> DATA LISTING:

def _resample(f, fprime, rough, n, a, b, progress, cancel, roots, poles, jumps, notes, scale,
              mode="chebyshev"):
    """Re-scan, 64x denser, the parts the cross-check found unresolved for no known reason.

    Sampling can alias an oscillation faster than its spacing into a smooth-looking
    curve; the Chebyshev proxy, refined down to short pieces, does not, and neither does
    f' (its values contradict f's differences there). Where either gave up, the sampling
    is repeated at 64x the density (within a budget of ``_RESAMPLE_BUDGET`` samples, with
    the same cross-check ``mode``) and its roots, poles and jumps are merged in.
    Returns (roots, samples spent); progress moves from 0.9 toward 1 per interval.
    """
    density = 64 * (n - 1) / (b - a)
    budget = max(_RESAMPLE_BUDGET, 4 * n)
    merged = list(roots)
    done: list[tuple[float, float]] = []
    spent = 0
    for k, (u, v) in enumerate(rough):
        count = int(density * (v - u)) + 1
        floats = int((v - u) / math.ulp(max(abs(u), abs(v)))) + 1
        if floats < 2 * count / 64:  # the grid already sat on (nearly) every float there
            continue
        count = min(count, floats)
        if count > budget or len(merged) >= MAX_ROOTS:
            break
        budget -= count
        if progress is not None:
            progress(0.9 + 0.09 * k / len(rough))
        sub = _scan(f, u, v, fprime, max(count, 3), None, cancel, mode, depth=1)
        spent += sub.samples
        merged += sub.roots
        poles += sub.poles
        jumps += sub.discontinuities
        notes.extend(sub.warnings)
        done.append((u, v))
    left = [span for span in rough if span not in done]
    why = _RESCAN_WHY[mode]
    if done:
        notes.append(f"{why} on {len(done)} interval(s) in [{done[0][0]:.6g}, "
                     f"{done[-1][1]:.6g}]; re-scanned there with 64x the samples")
    if left:
        notes.append(f"{why} on {len(left)} interval(s) in [{left[0][0]:.6g}, "
                     f"{left[-1][1]:.6g}], beyond the re-scan budget: roots there rest on "
                     "sampling alone; raise samples")
    merged.sort(key=lambda r: r.x)
    out: list[Root] = []
    for r in merged:
        if out and abs(r.x - out[-1].x) <= 1e3 * EPS * max(abs(r.x), 1e-3 * scale):
            if "chebyshev" in r.located_by and "chebyshev" not in out[-1].located_by:
                out[-1] = r
            continue
        out.append(r)
    return out, spent
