def _constant_bindings() -> dict[str, Any]:
    deg_value = math.pi / 180
    return {"pi": _Node(sp.Float(math.pi), math.pi),
            "deg": _Node(sp.Float(deg_value), deg_value)}


# Names other notations give the special functions, and ours (Bessel functions by their
# letter and order, as tables print them: J0, J1, Y0, Y1, I0, I1, K0, K1)
_OTHER_NAMES = {
    **{alias: [f"{letter}0", f"{letter}1"] for letters, letter in (
        (("besselj", "jv", "jn"), "J"), (("bessely", "yv", "yn"), "Y"),
        (("besseli", "iv"), "I"), (("besselk", "kv"), "K")) for alias in letters},
    **{f"{letter.lower()}{n}": [f"{letter}{n}"] for letter in "JYIK" for n in (0, 1)},
}


# Special functions whose names engineers also give quantities (K1 an equilibrium ratio,
# J0 a moment of inertia, I1 a current): a name of theirs followed by '(' is the
# function, and without it a name like any other; one equation cannot use it both ways.
NAMES_TOO = frozenset(f"{letter}{order}" for letter in "JYIK" for order in (0, 1)) | {
    "erf", "erfc"}


def _both_ways(name: str) -> str:
    return (f"'{name}' is used both as the function {name}(...) and as a name: rename the "
            f"name (say {name.lower()}_) or write {name}*(...) for a product")


def _did_you_mean(name: str) -> str:
    """"did you mean 'sqrt'? " for a name close to one of the functions (difflib's
    ratio >= 0.6, its default), else ''."""
    import difflib

    close = _OTHER_NAMES.get(name.lower()) or difflib.get_close_matches(name, FUNCTIONS, n=2)
    if not close:
        return ""
    return "did you mean " + " or ".join(f"'{c}'" for c in close) + "? or "
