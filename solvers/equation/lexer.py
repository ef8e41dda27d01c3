"""The lexer: a whitelist tokenizer, the limits and the refusal type.

Anything outside ASCII numbers, ASCII names, ``+ - * / ^ **``, parentheses, commas and
one ``=`` is refused with its position; common look-alikes pasted from documents get a
hint saying what to type instead.
"""

from __future__ import annotations

import keyword
import re
import unicodedata
from dataclasses import dataclass

MAX_LENGTH = 2000  # characters; a long design equation is a few hundred
MAX_DEPTH = 100  # nesting levels: parentheses, signs and exponents together
MAX_NAME = 40  # characters in one name
MAX_KINK_DEPTH = 20  # deeper abs/min/max nesting is refused (sympy's checks grow ~depth^4)


class EquationError(ValueError):
    """Equation text that cannot be used. ``position``: 0-based offset into the text, or None."""

    def __init__(self, message: str, position: int | None = None):
        super().__init__(message)
        self.position = position


_COMMA_NUMBER = re.compile(r"([-+]?)([0-9]+)((?:,[0-9]+)+)(\.[0-9]*)?")


def comma_hint(text: str) -> str:
    """How to write a number typed with commas, for a refusal (' (...)'; '' when ``text``
    is no such number). '1,5' is a decimal comma; '1,200,000' and '12,500.5' a thousands
    separator;
    '1,200' may be either (1.2 in much of Europe, 1200 in the US and UK), and a hint that
    took one reading would turn the other into a value 1000 times off: both are named."""
    match = _COMMA_NUMBER.fullmatch(text.strip())
    if match is None:
        return ""
    sign, head, rest, tail = match.groups()
    groups = rest[1:].split(",")
    said = []
    if len(head) <= 3 and all(len(g) == 3 for g in groups):
        said.append(f"a thousands separator? write {sign}{head}{''.join(groups)}{tail or ''}")
    if len(groups) == 1 and not tail:
        said.append(f"a decimal comma? write {sign}{head}.{groups[0]}")
    return f" ({'; or '.join(said)})" if said else ""


# ---------------------------------------------------------------------------------------------
# Tokens
# ---------------------------------------------------------------------------------------------

_TOKEN_RE = re.compile(
    r"(?P<ws>[ \t\r\n]+)"
    r"|(?P<num>(?:[0-9]+\.?[0-9]*|\.[0-9]+)(?:[eE][+-]?[0-9]+)?)"
    r"|(?P<name>[A-Za-z_][A-Za-z0-9_]*)"
    r"|(?P<op>\*\*|[-+*/^(),=;])",
    re.ASCII,
)


@dataclass(frozen=True)
class _Token:
    kind: str  # "num", "name", "op", "end"
    text: str
    pos: int
    end: int


# Common non-ASCII characters pasted from documents, and what to type instead.
_UNICODE_HINTS = {
    "\u2212": "-",  # minus sign
    "\u2013": "-",  # en dash
    "\u2014": "-",  # em dash
    "\u00d7": "*",  # multiplication sign
    "\u00b7": "*",  # middle dot
    "\u22c5": "*",  # dot operator
    "\u2219": "*",  # bullet operator
    "\u00f7": "/",
    "\u2044": "/",  # fraction slash
    "\u00b2": "^2",
    "\u00b3": "^3",
    "\u00b9": "^1",
    "\u00bd": "(1/2)",
    "\u03c0": "pi",
    "\u221a": "sqrt(...)",
    "\u00b0": "deg",
    "\u00a0": "a plain space",
    "\u2009": "a plain space",
    "\u202f": "a plain space",
    "\u2018": "nothing (no strings)",
    "\u2019": "nothing (no strings)",
    "\u201c": "nothing (no strings)",
    "\u201d": "nothing (no strings)",
    "\u2264": "an equation with '=' (no inequalities)",
    "\u2265": "an equation with '=' (no inequalities)",
    "\u03bb": "lam",  # 'lambda' is a Python keyword, so the spelled-out name is refused too
}

_CHAR_HINTS = {
    "'": "strings are not allowed",
    '"': "strings are not allowed",
    ".": "a '.' belongs only in a decimal number such as 0.5; no attribute access",
    "!": "factorials are not supported",
    "[": "use ( ) for grouping",
    "]": "use ( ) for grouping",
    "{": "use ( ) for grouping",
    "}": "use ( ) for grouping",
    "%": "write /100 for a percentage",
    "<": "an equation needs '=', not a comparison",
    ">": "an equation needs '=', not a comparison",
    "#": "comments are not supported",
}

_ASCII_LOOKALIKES = {
    # Cyrillic and Greek letters that look like Latin ones.
    "\u0430": "a", "\u0435": "e", "\u043e": "o", "\u0440": "p", "\u0441": "c", "\u0443": "y",
    "\u0445": "x", "\u0410": "A", "\u0412": "B", "\u0415": "E", "\u041a": "K", "\u041c": "M",
    "\u041d": "H", "\u041e": "O", "\u0420": "P", "\u0421": "C", "\u0422": "T", "\u0425": "X",
    "\u0391": "A", "\u0392": "B", "\u0395": "E", "\u0396": "Z", "\u0397": "H", "\u0399": "I",
    "\u039a": "K", "\u039c": "M", "\u039d": "N", "\u039f": "O", "\u03a1": "P", "\u03a4": "T",
    "\u03a5": "Y", "\u03a7": "X", "\u03bf": "o",
}  # fmt: skip


def _where(text: str, pos: int) -> str:
    """'column N' (1-based), or 'line L, column N' for text of several lines."""
    line = text.count("\n", 0, pos)
    column = pos - (text.rfind("\n", 0, pos) + 1)
    if line or "\n" in text.rstrip():  # text of several lines: always say which line
        return f"line {line + 1}, column {column + 1}"
    return f"column {column + 1}"


def _fail(text: str, message: str, pos: int | None) -> EquationError:
    if pos is None:
        return EquationError(message, None)
    return EquationError(f"{message} at {_where(text, pos)}", pos)


def _non_ascii_message(ch: str) -> str:
    name = unicodedata.name(ch, f"U+{ord(ch):04X}")
    hint = _UNICODE_HINTS.get(ch) or _ASCII_LOOKALIKES.get(ch)
    if hint is None and 0xFF01 <= ord(ch) <= 0xFF5E:  # fullwidth forms of ASCII
        hint = chr(ord(ch) - 0xFEE0)
    if hint is None and name.startswith("GREEK "):
        hint = name.split()[-1].lower()  # "GREEK SMALL LETTER ALPHA" -> alpha
    text = f"non-ASCII character {ch!r} ({name})"
    if hint:
        quoted = hint if " " in hint or "(" in hint else f"'{hint}'"
        text += f"; type {quoted} instead"
    return text


def tokenize(text: str) -> list[_Token]:
    """Whitelist tokenizer; anything outside the whitelist is refused with its position."""
    tokens: list[_Token] = []
    pos, n = 0, len(text)
    match = _TOKEN_RE.match
    while pos < n:
        m = match(text, pos)
        if m is None:
            ch = text[pos]
            if ord(ch) > 127:
                raise _fail(text, _non_ascii_message(ch), pos)
            if ch.isprintable():
                hint = _CHAR_HINTS.get(ch)
                message = f"character {ch!r} is not allowed" + (f" ({hint})" if hint else "")
            else:
                message = f"control character U+{ord(ch):04X} is not allowed"
            raise _fail(text, message, pos)
        kind = m.lastgroup
        if kind != "ws":
            tokens.append(_Token(kind, m.group(), pos, m.end()))  # type: ignore[arg-type]
        pos = m.end()
    tokens.append(_Token("end", "", n, n))
    return tokens



CONSTANT_NAMES = ("pi", "deg")
_AMBIGUOUS = {
    "log": "bare 'log' is ambiguous: write ln(...) for the natural log or log10(...) for base 10",
}
_TRIG = ("sin", "cos", "tan")


def _check_name(text: str, token: _Token) -> None:
    name = token.text
    if name.startswith("_") or "__" in name:
        raise _fail(text, f"name {name!r} is not allowed (names start with a letter and "
                    "contain no '__')", token.pos)
    if keyword.iskeyword(name):
        raise _fail(text, f"{name!r} is a reserved word; choose another name", token.pos)
    if len(name) > MAX_NAME:
        raise _fail(text, f"name longer than {MAX_NAME} characters", token.pos)

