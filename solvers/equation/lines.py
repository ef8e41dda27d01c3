"""Lines of a calculation: definitions (``name = expression``) and the equation(s) after them.

Text is split into lines at ``;`` and at line breaks that end a complete line; each line is
parsed by the ordinary parser, and a defined name is replaced by its (already parsed)
right side wherever a later line uses it, so f, f' and the compiled code are exactly what
the equation with every definition written out would give.

When a line break ends a line
-----------------------------
A line break used to be a space, and a long equation may still be broken over several
lines. A line break starts a new line only where all of these hold:

* the parentheses opened so far are closed;
* the text since the previous line holds an ``=``;
* the text before the break ends with a number, a name or ``)``, and the text after it
  starts with a number, a name or ``(``.

Written on one line, such a break would have been two operands side by side, which was
always an error; so every text that parsed before parses to the same equation now. A
line that begins with ``+`` or ``-`` continues the line before it (``-x + A = 0`` after a
definition needs a ``;``, or ``0 = ...``). ``;`` always ends a line (never inside
parentheses).

Definitions
-----------
In a single equation every line before the last is a definition ``name = expression``.
Its right side may use parameters, names defined on earlier lines, the constants and the
unknown (``v = Q/(b*y)`` with the unknown y: f and f' see v written out). Refused, with the
position: a name defined twice, defined after it is used, used in its own definition,
a definition of ``pi``, ``deg`` or a function name, and (checked by the caller, who knows
them) a definition that shadows a parameter or the unknown.
"""

from __future__ import annotations

import re
from collections.abc import Callable, Iterable
from dataclasses import dataclass, field
from typing import Any

from solvers.equation.functions import FUNCTIONS
from solvers.equation.lexer import (
    _AMBIGUOUS,
    CONSTANT_NAMES,
    EquationError,
    _check_name,
    _fail,
    _Token,
)
from solvers.equation.parser import (
    NAMES_TOO,
    Check,
    _constant_bindings,
    _Node,
    _Parser,
    checked_tokens,
)


@dataclass(frozen=True)
class Line:
    """One line of the text: its tokens (no end token) and its span in the text."""

    tokens: tuple[_Token, ...]
    start: int
    end: int

    def defines(self) -> str | None:
        """The name on the left when the line reads ``name = ...``, else None."""
        t = self.tokens
        if len(t) >= 2 and t[0].kind == "name" and t[1].text == "=":
            return t[0].text
        return None


@dataclass(frozen=True)
class Definition:
    """A definition line: ``name`` = ``node`` (its right side, earlier definitions written
    out), at ``start``..``end`` in the text."""

    name: str
    node: _Node
    start: int
    end: int

    @property
    def expr(self) -> Any:
        return self.node.expr


@dataclass(frozen=True)
class Statement:
    """An equation line: ``lhs = rhs`` (rhs None for ``expr = 0``), at ``start``..``end``."""

    lhs: _Node
    rhs: _Node | None
    start: int
    end: int


@dataclass
class Reading:
    """Everything the lines gave: the names (parameters or unknowns, in order of first
    appearance, defined names excluded), where each first stands, the functions and
    constants used, the parameter-only checks, the definitions and the equation lines."""

    text: str
    names: list[str] = field(default_factory=list)
    first_pos: dict[str, int] = field(default_factory=dict)
    used: set[str] = field(default_factory=set)
    checks: list[Check] = field(default_factory=list)
    definitions: list[Definition] = field(default_factory=list)
    equations: list[Statement] = field(default_factory=list)
    lines: list[Line] = field(default_factory=list)
    # every non-constant part of every line as (sympy expression, start, end), innermost
    # first, and the position of the (first) equation's '=': where the dimensional check
    # (solvers.units) names a part as typed
    spans: list[tuple[Any, int, int]] = field(default_factory=list)
    equals: int | None = None

    @property
    def equation_span(self) -> tuple[int, int]:
        """Where the (first) equation line stands in the text: (start, end)."""
        line = self.equations[0]
        return line.start, line.end

    def numbered(self, err: EquationError) -> EquationError:
        """``err`` with "line N: " in front when the lines are separated by ';' on one
        line of text (several lines of text already say "line L, column C")."""
        return numbered(err, self.text, self.lines)

    def absorb(self, parser: _Parser) -> None:
        for name in parser.names:
            if name not in self.first_pos:
                self.names.append(name)
                self.first_pos[name] = parser.first_pos[name]
        self.used |= parser.used
        self.checks.extend(parser.checks)
        self.spans.extend(parser.spans)


_ENDS_OPERAND = ("num", "name")


def numbered(err: EquationError, text: str, lines: list[Line]) -> EquationError:
    """See :meth:`Reading.numbered`."""
    pos = err.position
    if pos is None or len(lines) < 2 or "\n" in text.strip():
        return err
    k = max((i for i, line in enumerate(lines) if line.start <= pos), default=0)
    return EquationError(f"line {k + 1}: {err}", pos)


def _ends_operand(t: _Token) -> bool:
    return t.text == ")" or t.kind == "num" or (
        t.kind == "name" and (t.text not in FUNCTIONS or t.text in NAMES_TOO))


def _starts_operand(t: _Token) -> bool:
    return t.kind in _ENDS_OPERAND or t.text == "("


def split_lines(text: str, tokens: list[_Token]) -> list[Line]:
    """The lines of ``text`` (see the module docstring for where a line break ends one)."""
    lines: list[Line] = []
    current: list[_Token] = []
    depth = 0
    has_equals = False

    def close() -> None:
        nonlocal current, depth, has_equals
        if current:
            lines.append(Line(tuple(current), current[0].pos, current[-1].end))
        current, depth, has_equals = [], 0, False

    for t in tokens:
        if t.kind == "end":
            break
        if t.text == ";":
            if depth > 0:
                raise _fail(text, "';' inside parentheses (a ';' ends a line)", t.pos)
            close()
            continue
        if current and depth == 0 and has_equals and "\n" in text[current[-1].end:t.pos] \
                and _ends_operand(current[-1]) and _starts_operand(t):
            close()
        current.append(t)
        depth += (t.text == "(") - (t.text == ")")
        has_equals = has_equals or t.text == "="
    close()
    return lines


def _parser(text: str, tokens: Iterable[_Token], end: int, bindings: dict[str, _Node],
            refused: dict[str, str]) -> _Parser:
    parser = _Parser(text, [*tokens, _Token("end", "", end, end)], bindings)
    parser.refused = refused
    return parser


def _parse(parser: _Parser) -> tuple[_Node, _Node | None]:
    try:
        return parser.equation()
    except RecursionError:
        raise EquationError("the equation is nested too deeply", None) from None


def read_lines(text: Any,
               is_definition: Callable[[int, Line, list[Line]], bool] | None = None) -> Reading:
    """Split, then parse every line; definitions are written out into later lines.

    ``is_definition(i, line, lines)`` says whether line ``i`` is a definition; the default
    (one equation) is: every line but the last. A line taken for a definition must read
    ``name = expression``. Raises :class:`EquationError` with the position for anything
    unusable.
    """
    tokens = checked_tokens(text)
    lines = split_lines(text, tokens)
    if not lines:
        raise EquationError("the equation is empty", None)
    if is_definition is None:
        def is_definition(i: int, line: Line, all_lines: list[Line]) -> bool:
            return i < len(all_lines) - 1
    reading = Reading(text, lines=lines)
    try:
        _read(text, lines, is_definition, reading)
    except EquationError as err:
        raise numbered(err, text, lines) from None
    return reading


def _read(text: str, lines: list[Line], is_definition: Callable[[int, Line, list[Line]], bool],
          reading: Reading) -> None:
    bindings: dict[str, _Node] = dict(_constant_bindings())
    chosen = [is_definition(i, line, lines) for i, line in enumerate(lines)]
    later: dict[str, int] = {}  # defined name -> the start of its definition
    for line, definition in zip(lines, chosen, strict=True):
        if definition:
            name = _defined_name(text, line)
            if name in later:
                raise _fail(text, f"'{name}' is defined twice", line.start)
            later[name] = line.start
    used_before: dict[str, int] = {}
    for line, definition in zip(lines, chosen, strict=True):
        if not definition:
            parser = _parser(text, line.tokens, line.end, bindings, _later(later, None))
            lhs, rhs = _parse(parser)
            reading.absorb(parser)
            reading.equations.append(Statement(lhs, rhs, line.start, line.end))
            if reading.equals is None:
                reading.equals = parser.equals
            for name in parser.names:
                used_before.setdefault(name, parser.first_pos[name])
            continue
        name = line.tokens[0].text
        if name in used_before:
            raise _fail(text, f"'{name}' is used before the line that defines it",
                        used_before[name])
        del later[name]
        refused = _later(later, name)
        body = line.tokens[2:]
        parser = _parser(text, body, line.end, bindings, refused)
        if not body:
            raise _fail(text, "nothing after '='", line.tokens[1].pos)
        node, second = _parse(parser)
        if second is not None:
            pos = next(t.pos for t in body if t.text == "=")
            raise _fail(text, f"a second '=' in the definition of '{name}'", pos)
        reading.absorb(parser)
        for used in parser.names:
            used_before.setdefault(used, parser.first_pos[used])
        bindings[name] = node
        reading.definitions.append(Definition(name, node, line.start, line.end))


def _later(later: dict[str, int], own: str | None) -> dict[str, str]:
    refused = {n: f"'{n}' is defined on a later line; define it before using it"
               for n in later}
    if own is not None:
        refused[own] = f"'{own}' is used in its own definition"
    return refused


def _defined_name(text: str, line: Line) -> str:
    name = line.defines()
    if name is None:
        raise _fail(text, "a line before the equation must define a name: "
                    "name = expression (or join the lines into one equation)", line.start)
    token = line.tokens[0]
    _check_name(text, token)
    if name in CONSTANT_NAMES:
        raise _fail(text, f"'{name}' is a constant and cannot be defined", token.pos)
    if (name in FUNCTIONS and name not in NAMES_TOO) or name in _AMBIGUOUS:
        raise _fail(text, f"'{name}' is a function name and cannot be defined", token.pos)
    return name


def check_shadowing(reading: Reading, parameters: Iterable[str],
                    unknowns: Iterable[str]) -> None:
    """A definition may not give a parameter or an unknown a second meaning, nor a value a
    special function's name the text calls (K1 given 2.0 beside K1(x): the text reads
    the Bessel function, where a product K1*(x) may have been meant)."""
    params, xs = set(parameters), set(unknowns)
    defined = {d.name for d in reading.definitions}
    for name in sorted((params | xs) & NAMES_TOO & reading.used - defined):
        call = re.search(rf"(?<![\w.]){re.escape(name)}\s*\(", reading.text)
        raise _fail(reading.text, f"'{name}' is given a value, but {name}(...) in the equation "
                    f"is the function {name}: write {name}*(...) for a product, or rename the "
                    "value", call.start() if call else 0)
    for d in reading.definitions:
        if d.name in params:
            raise reading.numbered(_fail(reading.text, f"'{d.name}' is defined here but is "
                                         "also given as a parameter; rename one of them",
                                         d.start))
        if d.name in xs:
            raise reading.numbered(_fail(reading.text, f"'{d.name}' is the unknown and "
                                         "cannot be defined", d.start))


def one_line(text: str) -> str:
    """The text on one line, its lines joined by ``"; "`` (what ends a line is the rule of
    :func:`split_lines`, so the one line reads back as the same equation or system; a break
    inside a line becomes a space). Text that cannot be read has its whitespace runs made
    single spaces. Never raises."""
    try:
        lines = split_lines(text, checked_tokens(text))
    except (EquationError, RecursionError, TypeError):
        return " ".join(str(text).split())
    return "; ".join(" ".join(text[line.start:line.end].split()) for line in lines)


def free_names(text: str) -> tuple[str, ...]:
    """The names an equation uses, in order of first appearance (for a parameter table).

    Functions, the constants pi and deg and the names its definitions define are not
    names. Raises :class:`EquationError` on text that does not parse.
    """
    return tuple(read_lines(text).names)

> BRIEF: Which lines of the records above contain the word "except"? Show each of them.

> REPLY:
    except RecursionError:
    except EquationError as err:
    except (EquationError, RecursionError, TypeError):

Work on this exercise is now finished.